Posté le 18.12.2006 par clameurs
Déjà trois jours que J. attend son appel. Il ne sait plus que faire. Son esprit semble se vider lentement pour faire place à une sourde douleur. Ses tripes n’arrêtent pas d’émettre des borborygmes rocailleux. Plus de sommeil depuis des mois.
Ah, elle était toujours aimable, et parfois même souriante, mais la distance entre eux n’avait jamais été si désespérément immense.
J. tourne dans son crâne les dernières phrases de celle qui, il y a maintenant dix-huit mois, lui a signifié qu’aucun avenir commun n’était possible.

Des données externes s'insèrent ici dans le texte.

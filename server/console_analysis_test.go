package server_test

import (
	"archive/zip"
	"bytes"
	"context"
	"encoding/csv"
	"encoding/xml"
	"fmt"
	"html"
	"io"
	"math"
	"math/rand/v2"
	"mime/multipart"
	"net/http"
	"regexp"
	"strconv"
	"strings"
	"testing"
	"time"

	"trialogue/server"
	"trialogue/store"
)

// analysisStudy has three chat arms that talk about the Harrow Bay ferry
// in different words: calm is the control.
const analysisStudy = `id: harrow-effects
title: Harrow Bay ferry timetable
covariates:
  - {name: lean, type: choice, values: [left, right], required: true}
strata: [lean]
allocation: {blocks: [3], arms: {calm: 1, facts: 1, case: 1}}
endpoints:
  bot: {kind: scripted, chunks: 4}
arms:
  calm:
    kind: chat
    endpoint: bot
    prompt: Chat about the weather in Harrow Bay.
    replies: {min: 1, max: 3}
    system: You chat about the weather.
    script: ["The harbour was foggy this morning.", "Rain is due by the evening tide."]
  facts:
    kind: chat
    endpoint: bot
    prompt: Give the timetable of the Harrow Bay ferry.
    replies: {min: 1, max: 3}
    system: You state the ferry timetable.
    script: ["The ferry timetable lists departures at seven and nine.", "Timetable changes are posted at the pier office."]
  case:
    kind: chat
    endpoint: bot
    prompt: Argue for the later ferry.
    replies: {min: 1, max: 3}
    system: You argue for the later ferry.
    script: ["A later ferry would let commuters sleep longer.", "Commuters gain an hour with a later crossing."]
return: "https://survey.example.org/back?rid={{.rid}}&code={{.code}}"
`

// plantedEffect is added to the outcome of arm case; facts has none.
const plantedEffect = 6.0

// analysisFixture serves analysisStudy with an owner and a viewer, enters
// 120 fictional respondents, stores two model messages for each, and
// returns an outcome file with the planted effect, as a survey platform
// exports it (comma-separated, CRLF, one row per respondent).
func analysisFixture(t *testing.T) (*fixture, []byte) {
	t.Helper()
	ctx := context.Background()
	f, _ := newConfigFixture(t, analysisStudy, server.Config{})
	for _, u := range []struct{ email, role string }{{ownerEmail, store.RoleOwner}, {viewerEmail, store.RoleViewer}} {
		if _, err := f.st.AddUser(ctx, u.email, u.role, consolePW, false); err != nil {
			t.Fatal(err)
		}
	}
	for i := range 120 {
		f.enter(fmt.Sprintf("HB-%03d", i), []string{"left", "right"}[i%2])
	}
	sessions, err := f.st.Sessions(ctx, "harrow-effects")
	if err != nil {
		t.Fatal(err)
	}
	rng := rand.New(rand.NewPCG(7, 2031))
	var b bytes.Buffer
	b.WriteString("Response ID,attitude_pre,attitude_post,<b>post</b>\r\n")
	for _, s := range sessions {
		script := f.study.Def.Arms[s.Arm].Script
		for k := range 2 {
			if _, err := f.st.AddModelTurn(ctx, store.Turn{SessionID: s.ID, Index: k, Text: script[k], StartedAt: time.Now(), StudyHash: f.study.Version.Hash}); err != nil {
				t.Fatal(err)
			}
		}
		pre := 50 + 10*rng.NormFloat64()
		post := 10 + 0.8*pre + 2*rng.NormFloat64()
		if s.Arm == "case" {
			post += plantedEffect
		}
		cell := strconv.FormatFloat(post, 'f', 2, 64)
		if s.ID%10 == 3 {
			cell = "" // left before the outcome question
		}
		fmt.Fprintf(&b, "%s,%.2f,%s,%s\r\n", s.RID, pre, cell, cell)
	}
	return f, b.Bytes()
}

// goodFields are the form fields of a sound analysis.
func goodFields() map[string][]string {
	return map[string][]string{"id": {"Response ID"}, "outcome": {"attitude_post"}, "pre": {"attitude_pre"},
		"control": {"calm"}, "adjust": {"pre"}, "permutations": {"199"}}
}

// upload posts the analysis form as multipart/form-data (RFC 7578): the
// fields, then the file under the name outcomes, unless file is nil.
func (b *browserish) upload(path string, fields map[string][]string, file []byte, header map[string]string) (*http.Response, string) {
	b.t.Helper()
	var body bytes.Buffer
	mw := multipart.NewWriter(&body)
	for k, vs := range fields {
		for _, v := range vs {
			if err := mw.WriteField(k, v); err != nil {
				b.t.Fatal(err)
			}
		}
	}
	if file != nil {
		fw, err := mw.CreateFormFile("outcomes", `C:\exports\survey-export.csv`)
		if err != nil {
			b.t.Fatal(err)
		}
		fw.Write(file)
	}
	mw.Close()
	req, err := http.NewRequest("POST", b.base+path, &body)
	if err != nil {
		b.t.Fatal(err)
	}
	req.Header.Set("Content-Type", mw.FormDataContentType())
	for k, v := range header {
		req.Header.Set(k, v)
	}
	res, err := b.c.Do(req)
	if err != nil {
		b.t.Fatal(err)
	}
	defer res.Body.Close()
	raw, err := io.ReadAll(res.Body)
	if err != nil {
		b.t.Fatal(err)
	}
	return res, string(raw)
}

// mustSafeSVG fails unless the answer is an SVG image, well-formed XML,
// with no script element and no event-handler attribute.
func mustSafeSVG(t *testing.T, res *http.Response, body string) {
	t.Helper()
	mustStatus(t, res, body, http.StatusOK)
	if ct := res.Header.Get("Content-Type"); ct != "image/svg+xml" {
		t.Errorf("got Content-Type %q, want image/svg+xml", ct)
	}
	if !strings.Contains(body, "<svg") {
		t.Fatalf("the answer is not an SVG: %.200s", body)
	}
	lower := strings.ToLower(body)
	if strings.Contains(lower, "<script") || regexp.MustCompile(`\son[a-z]+\s*=`).MatchString(lower) || strings.Contains(lower, "javascript:") {
		t.Errorf("the SVG holds script")
	}
	dec := xml.NewDecoder(strings.NewReader(body))
	for {
		if _, err := dec.Token(); err == io.EOF {
			break
		} else if err != nil {
			t.Fatalf("the SVG is not well-formed XML: %v", err)
		}
	}
}

// estimateOf reads an arm's estimate from the first effects table of a
// result page: arm, n, mean, estimate.
func estimateOf(t *testing.T, page, arm string) float64 {
	t.Helper()
	m := regexp.MustCompile(`<tr><th scope="row">` + arm + `</th><td>\d+</td><td>[-0-9.]+</td><td>([-0-9.]+)</td>`).FindStringSubmatch(page)
	if m == nil {
		t.Fatalf("the result page has no effect row for %s", arm)
	}
	v, err := strconv.ParseFloat(m[1], 64)
	if err != nil {
		t.Fatal(err)
	}
	return v
}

Qu’il y aurait toujours entre eux le « marquis » comme elle continuait à l’appeler. Cet homme, elle l’avait passionnément aimé et impitoyablement humilié. Et ce cadavre dans le placard l’empêchait à jamais de renouer des relations normales avec un autre.

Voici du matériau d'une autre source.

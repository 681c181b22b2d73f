package server

import (
	"math/rand/v2"
	"net"
	"net/http"
	"net/url"
	"sort"
	"strconv"
	"strings"

	"trialogue/arms"
	"trialogue/arms/codes"
)

// DemoSites are the two sites of the demo: the stand-in survey page and the
// respondent pages are served from different host names of this server
// (127.0.0.1 and localhost), so the iframe is cross-site as in a real survey.
func DemoSites(addr net.Addr) (host, frame string) {
	port := "80"
	if ta, ok := addr.(*net.TCPAddr); ok {
		port = strconv.Itoa(ta.Port)
	}
	return "http://127.0.0.1:" + port, "http://localhost:" + port
}

// hostPage is the data of the stand-in survey page.
type hostPage struct {
	pageBase
	RID         string
	Covariates  map[string]string
	FrameURL    string
	FrameOrigin string
	Next        string
}

// handleDemoHost is a stand-in survey page that embeds a respondent page.
//
// GET /demo/host[?study=ID]
func (s *Server) handleDemoHost(w http.ResponseWriter, r *http.Request) {
	st, ok := s.demoStudy(r.URL.Query().Get("study"))
	if !ok {
		s.fail(w, r, &Error{Status: http.StatusNotFound, Key: "not_found", Msg: "no study to demonstrate"})
		return
	}
	frame := otherSite(r.Host)
	ex := demoRespondent(st.Def)
	q := url.Values{"rid": {ex.RID}}
	for k, v := range ex.Covariates {
		q.Set(k, v)
	}
	page := hostPage{
		pageBase:    pageBase{Lang: "en", Dir: "ltr", PageTitle: "Stand-in survey", T: s.assets.Texts("en", nil)},
		RID:         ex.RID,
		Covariates:  ex.Covariates,
		FrameURL:    frame + "/s/" + url.PathEscape(st.Def.ID) + "?" + q.Encode(),
		FrameOrigin: frame,
		Next:        r.URL.RequestURI(),
	}
	w.Header().Set("Content-Security-Policy", csp("'none'")+"; frame-src "+frame)
	s.renderPage(w, r, "host", page)
}

// donePage is the data of the page that plays the survey's return address.
type donePage struct {
	pageBase
	RID, Code, Arm string
	Valid          bool
	Again          string
}

// handleDemoDone plays the survey page that respondents return to, and
// checks the completion code they bring.
//
// GET /demo/done?rid=RID&code=CODE&arm=ARM_CODE
func (s *Server) handleDemoDone(w http.ResponseWriter, r *http.Request) {
	q := r.URL.Query()
	st, ok := s.demoStudy(q.Get("study"))
	if !ok {
		s.fail(w, r, &Error{Status: http.StatusNotFound, Key: "not_found", Msg: "no study to demonstrate"})
		return
	}
	page := donePage{
		pageBase: pageBase{Lang: "en", Dir: "ltr", PageTitle: "Back at the survey", T: s.assets.Texts("en", nil)},
		RID:      q.Get("rid"), Code: q.Get("code"), Arm: q.Get("arm"),
		Valid: codes.VerifyCompletion(st.Version.Secret, st.Def.ID, q.Get("rid"), q.Get("code")),
		Again: "/demo/host",
	}
	s.renderPage(w, r, "done", page)
}

func (s *Server) renderPage(w http.ResponseWriter, r *http.Request, name string, data any) {
	var b strings.Builder
	if err := s.assets.Render(&b, name, data); err != nil {
		s.fail(w, r, err)
		return
	}
	w.Header().Set("Content-Type", "text/html; charset=utf-8")
	w.Header().Set("Cache-Control", "no-store")
	w.Write([]byte(b.String()))
}

// demoStudy returns the named study, or the only one served.
func (s *Server) demoStudy(id string) (*Study, bool) {
	if id != "" {
		return s.study(id)
	}
	s.mu.RLock()
	defer s.mu.RUnlock()
	ids := make([]string, 0, len(s.studies))
	for k := range s.studies {
		ids = append(ids, k)
	}
	if len(ids) == 0 {
		return nil, false
	}
	sort.Strings(ids)
	return s.studies[ids[0]], true
}

// otherSite swaps 127.0.0.1 and localhost in a host:port.
func otherSite(hostport string) string {
	host, port, err := net.SplitHostPort(hostport)
	if err != nil {
		host, port = hostport, ""
	}
	if host == "localhost" {
		host = "127.0.0.1"
	} else {
		host = "localhost"
	}
	if port != "" {
		return "http://" + net.JoinHostPort(host, port)
	}
	return "http://" + host
}

// demoRespondent makes up a respondent with random valid covariates.
func demoRespondent(def *arms.Study) arms.Respondent {
	r := arms.Respondent{RID: "demo-" + strconv.FormatUint(rand.Uint64()%1e9, 36), Covariates: map[string]string{}}
	for _, c := range def.Covariates {
		switch c.Type {
		case arms.TypeChoice:
			r.Covariates[c.Name] = c.Values[rand.IntN(len(c.Values))]
		case arms.TypeInteger:
			lo, hi := 18, 80
			if c.Min != nil {
				lo = *c.Min
			}
			if c.Max != nil && *c.Max < hi {
				hi = *c.Max
			}
			if hi < lo {
				hi = lo
			}
			r.Covariates[c.Name] = strconv.Itoa(lo + rand.IntN(hi-lo+1))
		}
	}
	return r
}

Normal, normal, ce mot continuait à résonner : qu’est-ce donc que des relations normales entre deux êtres dont l’un s’est volontairement fait prisonnier de l’autre ?
Et si encore J. pouvait combattre l’autre, ce marquis inaccessible.
J. connaissait Edith depuis plusieurs années. Des relations « normales » de travail. Ils avaient eu à régler ensemble quelques cas difficiles et J. avait su faire apprécier son sens humain et sa générosité à Edith. Il lui avait toujours trouvé un charme carré, accentué par des tenues invariablement classiques. Edith n’était ni grande ni petite. Son sourire n’était pas rare, mais empreint d’une espèce de retenue froide assez désarmante.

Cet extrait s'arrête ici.